§ **Work instruction**: If a line in the records below holds the word "every", copy it.

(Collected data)

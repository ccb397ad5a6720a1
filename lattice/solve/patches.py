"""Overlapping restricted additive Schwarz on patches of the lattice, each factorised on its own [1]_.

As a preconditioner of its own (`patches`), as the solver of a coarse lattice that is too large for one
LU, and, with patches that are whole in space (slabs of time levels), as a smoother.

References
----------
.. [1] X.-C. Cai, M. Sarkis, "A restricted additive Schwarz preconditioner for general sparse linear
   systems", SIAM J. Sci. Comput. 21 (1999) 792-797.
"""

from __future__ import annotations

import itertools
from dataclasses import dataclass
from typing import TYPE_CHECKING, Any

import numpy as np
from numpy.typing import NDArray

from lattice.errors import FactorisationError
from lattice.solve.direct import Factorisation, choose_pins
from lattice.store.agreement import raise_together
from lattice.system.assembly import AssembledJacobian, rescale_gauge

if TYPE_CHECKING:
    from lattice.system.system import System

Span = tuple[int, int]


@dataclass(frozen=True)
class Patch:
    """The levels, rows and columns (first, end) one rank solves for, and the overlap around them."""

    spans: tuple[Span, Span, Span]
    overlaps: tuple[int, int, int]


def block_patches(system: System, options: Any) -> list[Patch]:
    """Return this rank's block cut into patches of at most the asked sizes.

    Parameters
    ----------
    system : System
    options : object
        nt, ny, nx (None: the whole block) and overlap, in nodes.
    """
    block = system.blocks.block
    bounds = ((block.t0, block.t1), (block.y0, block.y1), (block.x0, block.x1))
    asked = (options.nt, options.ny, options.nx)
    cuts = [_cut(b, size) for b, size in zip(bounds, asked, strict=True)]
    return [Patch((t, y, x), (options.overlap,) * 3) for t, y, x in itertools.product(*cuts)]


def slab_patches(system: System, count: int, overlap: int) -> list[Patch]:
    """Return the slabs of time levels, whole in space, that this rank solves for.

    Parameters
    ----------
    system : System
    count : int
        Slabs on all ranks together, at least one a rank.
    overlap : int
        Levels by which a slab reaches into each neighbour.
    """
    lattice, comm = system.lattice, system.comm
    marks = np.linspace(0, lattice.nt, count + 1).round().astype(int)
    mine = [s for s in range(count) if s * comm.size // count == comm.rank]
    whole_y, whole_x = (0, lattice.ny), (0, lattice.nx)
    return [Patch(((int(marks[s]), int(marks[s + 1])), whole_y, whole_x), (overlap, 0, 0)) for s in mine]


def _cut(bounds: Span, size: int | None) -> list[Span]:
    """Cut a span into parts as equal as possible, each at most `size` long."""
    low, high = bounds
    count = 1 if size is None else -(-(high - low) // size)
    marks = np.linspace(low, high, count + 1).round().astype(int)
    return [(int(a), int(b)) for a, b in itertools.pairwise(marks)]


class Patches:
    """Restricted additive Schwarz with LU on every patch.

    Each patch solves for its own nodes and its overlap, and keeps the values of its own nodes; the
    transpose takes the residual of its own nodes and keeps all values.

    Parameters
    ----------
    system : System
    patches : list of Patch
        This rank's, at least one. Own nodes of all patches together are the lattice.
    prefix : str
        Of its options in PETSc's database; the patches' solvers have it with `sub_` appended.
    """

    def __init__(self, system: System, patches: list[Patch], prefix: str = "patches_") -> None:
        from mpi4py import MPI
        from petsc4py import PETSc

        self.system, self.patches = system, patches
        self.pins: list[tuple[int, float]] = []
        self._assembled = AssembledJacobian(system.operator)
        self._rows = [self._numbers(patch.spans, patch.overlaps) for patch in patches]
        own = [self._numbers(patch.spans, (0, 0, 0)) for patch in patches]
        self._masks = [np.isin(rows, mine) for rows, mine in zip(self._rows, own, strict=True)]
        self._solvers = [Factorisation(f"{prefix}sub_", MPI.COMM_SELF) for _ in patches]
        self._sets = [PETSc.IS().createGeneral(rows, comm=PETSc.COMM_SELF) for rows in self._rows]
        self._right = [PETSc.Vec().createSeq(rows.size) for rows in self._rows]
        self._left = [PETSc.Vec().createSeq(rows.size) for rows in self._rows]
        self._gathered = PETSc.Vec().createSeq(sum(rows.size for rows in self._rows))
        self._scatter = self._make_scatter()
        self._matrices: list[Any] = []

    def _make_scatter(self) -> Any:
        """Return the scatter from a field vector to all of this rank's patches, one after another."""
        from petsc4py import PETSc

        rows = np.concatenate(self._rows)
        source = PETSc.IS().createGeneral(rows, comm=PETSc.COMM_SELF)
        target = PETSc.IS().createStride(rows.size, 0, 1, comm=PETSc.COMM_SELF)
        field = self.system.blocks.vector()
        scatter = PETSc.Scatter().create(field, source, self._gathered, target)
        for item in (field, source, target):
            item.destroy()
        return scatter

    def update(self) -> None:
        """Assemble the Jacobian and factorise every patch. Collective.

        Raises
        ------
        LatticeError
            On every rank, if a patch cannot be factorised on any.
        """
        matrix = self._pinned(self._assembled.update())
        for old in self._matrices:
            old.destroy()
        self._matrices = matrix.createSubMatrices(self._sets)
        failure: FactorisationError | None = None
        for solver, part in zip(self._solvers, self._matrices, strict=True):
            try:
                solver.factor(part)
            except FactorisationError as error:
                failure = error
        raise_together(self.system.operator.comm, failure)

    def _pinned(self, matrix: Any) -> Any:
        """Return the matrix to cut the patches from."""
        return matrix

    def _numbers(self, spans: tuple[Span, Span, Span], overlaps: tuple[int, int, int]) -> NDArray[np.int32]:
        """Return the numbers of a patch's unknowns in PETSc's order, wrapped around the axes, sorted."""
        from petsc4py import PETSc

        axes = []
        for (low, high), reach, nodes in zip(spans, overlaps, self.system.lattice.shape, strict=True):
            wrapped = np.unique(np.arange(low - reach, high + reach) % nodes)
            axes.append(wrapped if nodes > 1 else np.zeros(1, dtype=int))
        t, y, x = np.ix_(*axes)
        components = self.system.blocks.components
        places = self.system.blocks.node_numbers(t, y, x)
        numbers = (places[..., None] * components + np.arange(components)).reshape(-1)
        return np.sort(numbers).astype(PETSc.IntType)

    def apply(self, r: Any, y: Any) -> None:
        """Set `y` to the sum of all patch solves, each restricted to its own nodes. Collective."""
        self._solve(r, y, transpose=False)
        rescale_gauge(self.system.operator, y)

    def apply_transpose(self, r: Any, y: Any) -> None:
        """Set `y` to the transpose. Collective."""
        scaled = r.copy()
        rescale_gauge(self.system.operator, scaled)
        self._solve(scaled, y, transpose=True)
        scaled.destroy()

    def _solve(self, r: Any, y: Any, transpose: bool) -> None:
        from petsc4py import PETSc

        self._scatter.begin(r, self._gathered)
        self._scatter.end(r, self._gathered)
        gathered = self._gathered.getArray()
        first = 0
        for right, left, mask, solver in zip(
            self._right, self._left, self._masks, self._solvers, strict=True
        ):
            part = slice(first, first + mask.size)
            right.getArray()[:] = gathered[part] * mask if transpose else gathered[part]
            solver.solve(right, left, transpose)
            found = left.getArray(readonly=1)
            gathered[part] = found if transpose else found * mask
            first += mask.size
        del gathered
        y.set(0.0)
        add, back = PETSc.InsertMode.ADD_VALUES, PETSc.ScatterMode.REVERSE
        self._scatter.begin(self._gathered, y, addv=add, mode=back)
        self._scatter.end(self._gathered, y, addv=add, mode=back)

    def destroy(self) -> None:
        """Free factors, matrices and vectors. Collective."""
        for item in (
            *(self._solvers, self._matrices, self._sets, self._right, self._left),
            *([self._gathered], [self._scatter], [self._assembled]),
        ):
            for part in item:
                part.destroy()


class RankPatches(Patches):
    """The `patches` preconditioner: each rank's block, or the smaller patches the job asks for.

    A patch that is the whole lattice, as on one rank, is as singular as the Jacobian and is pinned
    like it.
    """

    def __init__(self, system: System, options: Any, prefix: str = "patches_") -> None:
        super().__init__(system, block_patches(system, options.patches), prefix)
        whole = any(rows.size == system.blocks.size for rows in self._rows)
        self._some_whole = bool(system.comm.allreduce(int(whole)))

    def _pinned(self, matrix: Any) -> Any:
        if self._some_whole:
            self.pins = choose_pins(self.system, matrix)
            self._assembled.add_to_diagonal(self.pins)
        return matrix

§ **Answer for this exercise**:
    """Restricted additive Schwarz with LU on every patch.
        """Assemble the Jacobian and factorise every patch. Collective.
            On every rank, if a patch cannot be factorised on any.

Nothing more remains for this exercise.